WHAT TO PRODUCE =
Each line from the beginning of the entries below through the line that includes "if (trial % 4" must be returned exactly as given.
::: DATA SUPPLIED :::
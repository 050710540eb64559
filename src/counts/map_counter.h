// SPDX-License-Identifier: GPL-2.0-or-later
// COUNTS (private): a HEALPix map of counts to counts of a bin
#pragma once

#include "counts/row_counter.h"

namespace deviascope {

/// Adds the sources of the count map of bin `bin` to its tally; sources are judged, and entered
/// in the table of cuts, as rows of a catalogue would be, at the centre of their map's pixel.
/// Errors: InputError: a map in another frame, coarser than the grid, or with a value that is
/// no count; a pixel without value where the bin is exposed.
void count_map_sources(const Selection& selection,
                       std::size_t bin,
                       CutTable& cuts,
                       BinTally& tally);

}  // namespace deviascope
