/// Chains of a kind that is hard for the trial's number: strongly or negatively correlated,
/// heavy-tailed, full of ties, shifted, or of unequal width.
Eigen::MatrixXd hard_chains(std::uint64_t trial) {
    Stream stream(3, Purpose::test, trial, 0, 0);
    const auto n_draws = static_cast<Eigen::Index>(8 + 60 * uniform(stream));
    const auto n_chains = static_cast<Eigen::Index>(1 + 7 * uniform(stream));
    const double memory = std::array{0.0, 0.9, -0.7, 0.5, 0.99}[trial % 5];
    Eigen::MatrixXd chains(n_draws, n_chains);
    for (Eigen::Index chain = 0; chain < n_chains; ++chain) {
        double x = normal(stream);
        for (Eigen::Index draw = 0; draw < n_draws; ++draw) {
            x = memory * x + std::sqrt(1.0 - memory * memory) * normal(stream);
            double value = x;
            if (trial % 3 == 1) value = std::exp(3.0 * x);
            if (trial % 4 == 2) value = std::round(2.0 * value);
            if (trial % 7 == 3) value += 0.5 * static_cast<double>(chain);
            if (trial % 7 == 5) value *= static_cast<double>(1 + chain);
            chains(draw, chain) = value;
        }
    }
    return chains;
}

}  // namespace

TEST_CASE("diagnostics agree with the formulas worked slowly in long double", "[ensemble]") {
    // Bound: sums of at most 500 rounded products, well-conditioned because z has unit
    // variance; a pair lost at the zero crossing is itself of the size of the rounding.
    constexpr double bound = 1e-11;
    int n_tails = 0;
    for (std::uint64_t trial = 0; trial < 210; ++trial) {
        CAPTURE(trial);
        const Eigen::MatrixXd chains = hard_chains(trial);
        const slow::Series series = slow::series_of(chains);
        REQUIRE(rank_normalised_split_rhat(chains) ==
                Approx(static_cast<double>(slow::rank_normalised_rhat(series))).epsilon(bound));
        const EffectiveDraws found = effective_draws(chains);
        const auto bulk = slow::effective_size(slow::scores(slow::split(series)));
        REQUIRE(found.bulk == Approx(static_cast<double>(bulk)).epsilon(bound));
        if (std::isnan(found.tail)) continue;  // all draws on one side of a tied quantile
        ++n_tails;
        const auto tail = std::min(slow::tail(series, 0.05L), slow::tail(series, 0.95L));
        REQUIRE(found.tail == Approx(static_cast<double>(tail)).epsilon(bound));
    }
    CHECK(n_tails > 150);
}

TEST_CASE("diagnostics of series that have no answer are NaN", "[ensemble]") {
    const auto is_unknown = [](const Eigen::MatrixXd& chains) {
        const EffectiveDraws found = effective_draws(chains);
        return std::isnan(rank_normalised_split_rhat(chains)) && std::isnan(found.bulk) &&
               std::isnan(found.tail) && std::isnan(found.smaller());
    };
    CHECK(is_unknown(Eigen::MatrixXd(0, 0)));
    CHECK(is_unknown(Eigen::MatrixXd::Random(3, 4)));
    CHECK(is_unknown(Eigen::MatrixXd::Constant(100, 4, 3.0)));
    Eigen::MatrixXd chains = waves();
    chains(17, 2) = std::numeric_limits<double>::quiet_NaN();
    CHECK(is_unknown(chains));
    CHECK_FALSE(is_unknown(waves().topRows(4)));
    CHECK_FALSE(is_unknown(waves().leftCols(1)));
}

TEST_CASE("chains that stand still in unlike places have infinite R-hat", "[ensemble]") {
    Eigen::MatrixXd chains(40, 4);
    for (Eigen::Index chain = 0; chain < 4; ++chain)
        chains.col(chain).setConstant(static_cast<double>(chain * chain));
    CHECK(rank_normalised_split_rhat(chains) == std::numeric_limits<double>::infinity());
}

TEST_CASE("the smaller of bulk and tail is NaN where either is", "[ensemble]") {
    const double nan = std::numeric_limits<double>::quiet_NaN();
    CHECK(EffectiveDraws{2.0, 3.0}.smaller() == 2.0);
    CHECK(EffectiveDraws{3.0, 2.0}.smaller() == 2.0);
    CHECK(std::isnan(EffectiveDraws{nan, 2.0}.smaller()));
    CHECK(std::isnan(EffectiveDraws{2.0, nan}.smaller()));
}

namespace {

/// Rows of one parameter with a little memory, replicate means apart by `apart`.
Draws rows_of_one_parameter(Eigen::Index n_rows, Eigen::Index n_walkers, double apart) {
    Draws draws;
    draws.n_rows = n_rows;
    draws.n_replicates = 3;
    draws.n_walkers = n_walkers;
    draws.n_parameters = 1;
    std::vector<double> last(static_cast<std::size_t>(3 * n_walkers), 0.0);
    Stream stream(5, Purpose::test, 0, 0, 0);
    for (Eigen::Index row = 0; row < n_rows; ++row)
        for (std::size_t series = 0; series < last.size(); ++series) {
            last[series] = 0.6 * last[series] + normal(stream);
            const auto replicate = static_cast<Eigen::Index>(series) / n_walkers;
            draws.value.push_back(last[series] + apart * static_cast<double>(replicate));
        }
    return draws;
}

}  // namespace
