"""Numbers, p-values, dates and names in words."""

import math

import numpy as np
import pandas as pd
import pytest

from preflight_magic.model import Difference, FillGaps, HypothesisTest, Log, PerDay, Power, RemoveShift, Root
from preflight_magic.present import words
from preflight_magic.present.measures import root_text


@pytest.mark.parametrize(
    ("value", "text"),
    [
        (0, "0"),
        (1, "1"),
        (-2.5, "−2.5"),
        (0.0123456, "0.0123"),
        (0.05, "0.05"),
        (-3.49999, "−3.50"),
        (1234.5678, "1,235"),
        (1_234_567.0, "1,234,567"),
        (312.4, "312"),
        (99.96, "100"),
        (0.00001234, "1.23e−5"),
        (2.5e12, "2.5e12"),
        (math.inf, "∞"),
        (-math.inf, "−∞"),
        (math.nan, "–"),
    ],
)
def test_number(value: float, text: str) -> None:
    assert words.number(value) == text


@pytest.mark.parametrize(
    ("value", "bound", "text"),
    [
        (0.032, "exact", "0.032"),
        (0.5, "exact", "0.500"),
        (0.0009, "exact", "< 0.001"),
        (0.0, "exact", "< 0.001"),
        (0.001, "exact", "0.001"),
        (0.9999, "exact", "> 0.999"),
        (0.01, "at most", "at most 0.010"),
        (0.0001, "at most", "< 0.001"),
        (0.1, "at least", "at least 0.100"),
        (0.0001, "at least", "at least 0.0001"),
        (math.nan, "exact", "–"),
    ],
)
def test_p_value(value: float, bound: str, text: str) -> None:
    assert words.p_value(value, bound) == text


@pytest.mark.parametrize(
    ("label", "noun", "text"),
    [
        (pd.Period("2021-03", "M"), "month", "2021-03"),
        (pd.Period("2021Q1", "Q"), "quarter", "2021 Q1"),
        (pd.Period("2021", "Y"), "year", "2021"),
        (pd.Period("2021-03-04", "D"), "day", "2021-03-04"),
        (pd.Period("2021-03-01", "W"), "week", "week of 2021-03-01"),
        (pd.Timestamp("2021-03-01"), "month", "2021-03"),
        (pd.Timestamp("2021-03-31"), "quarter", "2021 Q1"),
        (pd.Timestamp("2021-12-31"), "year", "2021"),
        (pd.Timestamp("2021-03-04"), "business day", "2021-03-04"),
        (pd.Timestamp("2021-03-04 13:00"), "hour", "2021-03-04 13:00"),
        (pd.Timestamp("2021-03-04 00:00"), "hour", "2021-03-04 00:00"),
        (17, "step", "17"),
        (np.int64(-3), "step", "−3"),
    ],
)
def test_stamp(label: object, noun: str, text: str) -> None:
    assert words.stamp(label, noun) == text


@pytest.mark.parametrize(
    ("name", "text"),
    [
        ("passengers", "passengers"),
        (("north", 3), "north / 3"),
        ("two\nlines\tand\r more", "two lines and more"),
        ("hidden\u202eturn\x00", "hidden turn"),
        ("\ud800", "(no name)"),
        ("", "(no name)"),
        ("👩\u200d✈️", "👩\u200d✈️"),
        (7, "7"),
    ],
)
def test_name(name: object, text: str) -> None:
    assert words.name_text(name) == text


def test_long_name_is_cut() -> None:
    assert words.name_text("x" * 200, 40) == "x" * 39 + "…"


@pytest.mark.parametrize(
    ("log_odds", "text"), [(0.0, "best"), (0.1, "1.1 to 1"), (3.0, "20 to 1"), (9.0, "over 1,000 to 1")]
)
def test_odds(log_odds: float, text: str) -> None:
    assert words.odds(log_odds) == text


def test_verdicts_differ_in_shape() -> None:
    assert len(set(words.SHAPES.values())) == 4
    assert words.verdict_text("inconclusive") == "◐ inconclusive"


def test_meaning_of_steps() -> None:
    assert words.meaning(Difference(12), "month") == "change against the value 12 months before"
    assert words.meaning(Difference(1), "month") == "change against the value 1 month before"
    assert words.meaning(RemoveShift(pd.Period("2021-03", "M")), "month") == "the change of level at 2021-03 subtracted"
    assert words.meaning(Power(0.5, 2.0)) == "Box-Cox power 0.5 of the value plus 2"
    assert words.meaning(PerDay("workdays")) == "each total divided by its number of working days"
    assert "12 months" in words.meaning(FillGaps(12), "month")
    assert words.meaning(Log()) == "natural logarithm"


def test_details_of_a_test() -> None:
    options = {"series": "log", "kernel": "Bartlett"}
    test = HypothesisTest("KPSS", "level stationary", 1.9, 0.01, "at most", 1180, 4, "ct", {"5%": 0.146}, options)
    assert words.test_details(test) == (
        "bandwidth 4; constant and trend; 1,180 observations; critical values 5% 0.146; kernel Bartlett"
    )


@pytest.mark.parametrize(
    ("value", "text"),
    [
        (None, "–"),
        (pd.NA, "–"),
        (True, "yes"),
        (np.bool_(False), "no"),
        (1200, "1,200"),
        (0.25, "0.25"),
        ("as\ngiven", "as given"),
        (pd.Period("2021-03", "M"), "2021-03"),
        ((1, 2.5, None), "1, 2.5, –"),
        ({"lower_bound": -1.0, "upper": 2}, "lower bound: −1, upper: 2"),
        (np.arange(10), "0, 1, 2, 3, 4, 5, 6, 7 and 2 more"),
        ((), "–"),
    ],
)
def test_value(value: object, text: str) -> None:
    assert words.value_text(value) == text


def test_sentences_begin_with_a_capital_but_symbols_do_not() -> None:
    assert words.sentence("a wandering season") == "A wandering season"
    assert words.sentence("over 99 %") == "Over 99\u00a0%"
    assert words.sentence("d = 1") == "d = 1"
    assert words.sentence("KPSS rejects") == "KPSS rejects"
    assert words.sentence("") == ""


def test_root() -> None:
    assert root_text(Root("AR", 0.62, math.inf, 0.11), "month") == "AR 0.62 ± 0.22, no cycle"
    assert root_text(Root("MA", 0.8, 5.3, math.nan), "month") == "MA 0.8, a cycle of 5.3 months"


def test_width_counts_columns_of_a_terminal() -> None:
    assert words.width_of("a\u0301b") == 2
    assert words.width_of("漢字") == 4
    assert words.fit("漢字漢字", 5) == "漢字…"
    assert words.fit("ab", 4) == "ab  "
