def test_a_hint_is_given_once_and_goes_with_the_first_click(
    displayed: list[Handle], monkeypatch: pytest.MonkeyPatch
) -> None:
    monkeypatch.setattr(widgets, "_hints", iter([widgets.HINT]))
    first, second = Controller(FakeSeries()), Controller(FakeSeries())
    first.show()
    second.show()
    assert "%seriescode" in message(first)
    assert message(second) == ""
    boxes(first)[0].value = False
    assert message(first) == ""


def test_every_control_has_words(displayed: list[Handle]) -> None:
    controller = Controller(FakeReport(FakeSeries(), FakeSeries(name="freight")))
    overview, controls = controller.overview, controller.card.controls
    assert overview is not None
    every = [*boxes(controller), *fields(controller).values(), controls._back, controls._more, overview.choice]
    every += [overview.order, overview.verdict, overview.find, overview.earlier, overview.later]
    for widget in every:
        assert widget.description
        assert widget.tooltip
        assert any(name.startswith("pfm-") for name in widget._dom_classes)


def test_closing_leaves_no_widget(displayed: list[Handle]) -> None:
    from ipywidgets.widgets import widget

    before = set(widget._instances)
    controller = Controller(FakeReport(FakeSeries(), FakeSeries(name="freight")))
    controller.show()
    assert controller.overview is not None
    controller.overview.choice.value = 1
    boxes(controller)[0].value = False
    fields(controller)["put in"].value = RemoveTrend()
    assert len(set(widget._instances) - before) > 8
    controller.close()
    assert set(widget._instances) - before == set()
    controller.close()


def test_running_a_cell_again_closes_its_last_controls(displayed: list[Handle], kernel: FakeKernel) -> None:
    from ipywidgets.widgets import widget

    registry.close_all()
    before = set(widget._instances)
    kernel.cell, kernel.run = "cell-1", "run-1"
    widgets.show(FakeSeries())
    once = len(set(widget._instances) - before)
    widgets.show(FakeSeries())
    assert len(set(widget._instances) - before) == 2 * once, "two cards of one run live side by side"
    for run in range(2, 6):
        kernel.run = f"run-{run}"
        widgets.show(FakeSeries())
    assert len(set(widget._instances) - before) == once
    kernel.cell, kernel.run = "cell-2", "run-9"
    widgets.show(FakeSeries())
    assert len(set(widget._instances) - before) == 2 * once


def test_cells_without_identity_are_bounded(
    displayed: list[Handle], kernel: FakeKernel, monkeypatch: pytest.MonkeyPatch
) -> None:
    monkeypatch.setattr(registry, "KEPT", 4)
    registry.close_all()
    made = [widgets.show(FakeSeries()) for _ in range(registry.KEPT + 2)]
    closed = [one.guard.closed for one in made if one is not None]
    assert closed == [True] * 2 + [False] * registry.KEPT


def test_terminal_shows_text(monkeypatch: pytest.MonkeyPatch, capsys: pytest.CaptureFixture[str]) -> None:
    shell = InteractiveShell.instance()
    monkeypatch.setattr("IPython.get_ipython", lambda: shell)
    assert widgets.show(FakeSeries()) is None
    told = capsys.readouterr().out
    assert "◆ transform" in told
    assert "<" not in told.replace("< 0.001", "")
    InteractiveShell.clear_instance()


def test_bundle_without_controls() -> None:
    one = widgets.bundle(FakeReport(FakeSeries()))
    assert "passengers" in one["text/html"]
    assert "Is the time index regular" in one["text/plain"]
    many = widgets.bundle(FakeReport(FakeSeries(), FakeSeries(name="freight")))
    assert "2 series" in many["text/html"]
:::
ANSWER SPACE =
repository 050710540eb64559
filename src/counts/map_counter.h
// SPDX-License-Identifier: GPL-2.0-or-later
// COUNTS (private): a HEALPix map of counts to counts of a bin
#pragma once

#include "counts/row_counter.h"

namespace deviascope {

/// Adds the sources of the count map of bin `bin` to its tally; sources are judged, and entered
/// in the table of cuts, as rows of a catalogue would be, at the centre of their map's pixel.
/// Errors: InputError: a map in another frame, coarser than the grid, or with a value that is
/// no count; a pixel without value where the bin is exposed.
void count_map_sources(const Selection& selection,
                       std::size_t bin,
                       CutTable& cuts,
                       BinTally& tally);

}  // namespace deviascope
/// Chains of a kind that is hard for the trial's number: strongly or negatively correlated,
/// heavy-tailed, full of ties, shifted, or of unequal width.
Eigen::MatrixXd hard_chains(std::uint64_t trial) {
    Stream stream(3, Purpose::test, trial, 0, 0);
    const auto n_draws = static_cast<Eigen::Index>(8 + 60 * uniform(stream));
    const auto n_chains = static_cast<Eigen::Index>(1 + 7 * uniform(stream));
    const double memory = std::array{0.0, 0.9, -0.7, 0.5, 0.99}[trial % 5];
    Eigen::MatrixXd chains(n_draws, n_chains);
    for (Eigen::Index chain = 0; chain < n_chains; ++chain) {
        double x = normal(stream);
        for (Eigen::Index draw = 0; draw < n_draws; ++draw) {
            x = memory * x + std::sqrt(1.0 - memory * memory) * normal(stream);
            double value = x;
            if (trial % 3 == 1) value = std::exp(3.0 * x);
            if (trial % 4 == 2) value = std::round(2.0 * value);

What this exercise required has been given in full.